In 1921 two royal and imperial heirs – the Crown Prince Hirohito of Japan, the future Shōwa Emperor, and Edward, Prince of Wales, the future Edward VIII – posed next to one another for a photographer. The thrones they stood to inherit could scarcely have been more geographically distant. Yet here they both were, on the steps of Henry Poole & Co., the Savile Row tailor,
†
more or less identically dressed. The Japanese Prince was in London on a pre-wedding shopping spree. A Henry Poole representative had already sailed all the way to Gibraltar to take his measurements, which were then cabled ahead to London. Henry Poole’s ledger for the year in question shows the enormous order placed in Hirohito’s name: military uniforms, embroidered waistcoats, dinner jackets, morning coats. A typical line in the list
reads: ‘A fancy cashmere suit, a blue cloth suit, and a striped flannel suit’.
54
Hirohito was far from being the only foreign dignitary in the market for an immaculately tailored English suit. Preserved in Henry Poole’s basement are thousands of suit patterns for clients ranging from the last Emperor of Ethiopia, Haile Selassie, to the last Tsar of Russia, Nicholas II. Poole’s most devoted customer was Jitendra Narayan, Maharaja of Cooch Behar, whose lifetime purchases of bespoke suits exceeded a thousand. In every case, the aim was the same: to be as well dressed as the perfect English gentleman – and ‘costumes of the world’ be damned. It is revealing that the Japanese word for a suit is
sebiro
: ‘Savile Row’. Even today the smartest suits in Tokyo are English in design, hence the popularity of the Eikokuya brand, which means literally ‘England Store’. Discerning Anglophiles in Ginza, the West End of Tokyo, still seek out Ichibankan, founded by a tailor who learned his craft in Savile Row.

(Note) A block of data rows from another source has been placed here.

"use client"

import { keepPreviousData, useQuery } from "@tanstack/react-query"
import { useMemo, useState } from "react"
import type { Usage as UsageAnswer } from "@/app/portal/usage-of"
import { ask, detailOf } from "@/app/ui/api"
import { type Column, DataTable } from "@/app/ui/data-table"
import { DayBars } from "@/app/ui/day-bars"
import { Select } from "@/app/ui/field"
import { Figure, FigureRow } from "@/app/ui/figure"
import { Gauge } from "@/app/ui/gauge"
import type { Json } from "@/app/ui/json"
import { PageHead, Section } from "@/app/ui/sheet"
import { Empty, Failed } from "@/app/ui/states"
import { Day, minuteOf } from "@/app/ui/time"

type Mode = "live" | "sandbox"
type Answer = Json<UsageAnswer>

const day_ms = 86_400_000

export function Usage({ account, initial }: { account: string; initial: Answer }) {
  const [mode, setMode] = useState<Mode>("live")
  const [days, setDays] = useState(30)
  const first = mode === "live" && days === 30
  const { data, error, refetch } = useQuery({
    queryKey: [account, "usage", mode, days],
    queryFn: () => ask<Answer>("GET", `/api/portal/${account}/usage?mode=${mode}&days=${days}`),
    initialData: first ? initial : undefined,
    placeholderData: keepPreviousData,
  })
  const rows = useMemo(() => (data ? everyDay(data) : []), [data])

  return (
    <>
      <PageHead
        title="Usage"
        lead="Units that were charged, from the ledger that invoices are made from. A call that failed costs nothing."
        actions={
          <>
            <Select label="Mode" value={mode} onChange={(event) => setMode(event.target.value as Mode)}>
              <option value="live">Live</option>
              <option value="sandbox">Sandbox</option>
            </Select>
            <Select label="Days" value={days} onChange={(event) => setDays(Number(event.target.value))}>
              {[7, 30, 90].map((count) => (
                <option key={count} value={count}>
                  Last {count}
                </option>
              ))}
            </Select>
          </>
        }
      />
      {error && <Failed detail={detailOf(error)} onRetry={refetch} />}
      {data && (
        <>
          <QuotaSection mode={mode} quota={data.quota} at={data.at} />
          <Section title="By day" note="A day ends at midnight UTC. The newest calls show within seconds.">
            {data.rows.length === 0 ? (
              <Empty title={`No ${mode} call in these ${days} days`}>
                {mode === "live"
                  ? "Sandbox calls are counted apart: switch the mode to see them."
                  : "Send one from the explorer; it shows here at once."}
              </Empty>
            ) : (
              <>
                <DayBars
                  days={rows.map(({ id, units, calls }) => ({
                    day: id,
                    value: units,
                    note: `${calls.toLocaleString("en")} calls`,
                  }))}
                  unit="units"
                  label={`Units a day over the last ${days} days; the table below has the numbers.`}
                  pace={mode === "live" ? data.quota.cap / lengthOf(data.quota) : undefined}
                />
                <details className="mt-6">
                  <summary className="link">As a table</summary>
                  <div className="mt-4">
                    <DataTable
                      caption="Usage by day"
                      columns={columns}
                      rows={rows}
                      fileName={`${account}-usage-${mode}`}
                      empty="No calls."
                      sortedBy={{ id: "day", desc: true }}
                    />
                  </div>
                </details>
              </>
            )}
          </Section>
        </>
      )}
    </>
  )
}

function QuotaSection({ mode, quota, at }: { mode: Mode; quota: Answer["quota"]; at: string }) {
  const spent_days = Math.max(0.25, (Date.parse(at) - Date.parse(quota.period_start)) / day_ms)
  const forecast = Math.round((quota.used / spent_days) * lengthOf(quota))
  return (
    <Section
      title={mode === "live" ? "This period" : "Today"}
      note={
        mode === "live"
          ? "When the units are used up, calls answer 402 until the period ends, or until an owner allows more."
          : "The sandbox is free. Its units count by day and are never billed."
      }
    >
      <FigureRow>
        <Figure label="Used" value={quota.used.toLocaleString("en")} unit="units" />
        <Figure label="Left" value={Math.max(0, quota.cap - quota.used).toLocaleString("en")} unit="units" />
        {mode === "live" && (
          <Figure
            label="At this pace"
            value={forecast.toLocaleString("en")}
            unit="units"
            under={forecast > quota.cap ? "more than the period holds" : "by the end of the period"}
          />
        )}
      </FigureRow>
      <div className="mt-5">
        <Gauge used={quota.used} cap={quota.cap} label="Used of this period" />
      </div>
      <p className="mt-3 text-sm text-soft">Counting begins anew on {minuteOf(quota.period_end)}.</p>
    </Section>
  )
}

interface DayRow {
  readonly id: string
  readonly calls: number
  readonly units: number
}

const columns: readonly Column<DayRow>[] = [
  { id: "day", header: "Day", value: ({ id }) => id, cell: ({ id }) => <Day at={id} /> },
  {
    id: "calls",
    header: "Calls",
    numeric: true,
    value: ({ calls }) => calls,
    cell: ({ calls }) => calls.toLocaleString("en"),
  },
  {
    id: "units",
    header: "Units",
    numeric: true,
    value: ({ units }) => units,
    cell: ({ units }) => units.toLocaleString("en"),
  },
]

/** A row for each day of the range, also for days without a call. */
function everyDay({ from, to, rows }: Answer): DayRow[] {
  const byDay = new Map(rows.map((row) => [row.group, row]))
  const count = Math.round((Date.parse(to) - Date.parse(from)) / day_ms) + 1
  return Array.from({ length: count }, (_, index) => {
    const id = new Date(Date.parse(from) + index * day_ms).toISOString().slice(0, 10)
    const found = byDay.get(id)
    return { id, calls: found?.calls ?? 0, units: found?.units ?? 0 }
  })
}

function lengthOf({ period_start, period_end }: Answer["quota"]): number {
  return (Date.parse(period_end) - Date.parse(period_start)) / day_ms
}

The Japanese revolution in dress dated back to the 1870s. In the name of
bunmei kaika
(‘civilization and enlightenment’) and
fukoku-kyōhei
(‘rich country, strong army’), the imperial elite of the Meiji era had shed their samurai garb and kimonos in favour of replica European suits and dresses. The inspiration for this makeover came from a two-year tour of the United States and Europe by a delegation led by the Meiji minister Iwakura Tomomi, which had to acknowledge that, after centuries of self-imposed isolation, ‘in many respects our civilization is inferior to theirs’.
55
Ever since 1853–4, when their economy had been forcibly reopened to trade by the threatening ‘black ships’ of the American Commodore Matthew C. Perry, the Japanese had struggled to work out what it was that made the West so much richer and stronger than the Rest. Touring the West – a practice so common that it inspired a
sugoroku
(board game) – only raised more questions. Was it their political system? Their educational institutions? Their culture? Or the way they dressed? Unsure, the Japanese decided to take no chances. They copied everything. From the Prussian-style constitution of 1889 to the adoption of the British gold standard in 1897, Japan’s institutions were refashioned on Western models. The army drilled like Germans; the navy sailed like Britons. An American-style system of state elementary and middle schools was also introduced. The Japanese even started eating beef, hitherto taboo,
and some reformers went so far as to propose abandoning Japanese in favour of English.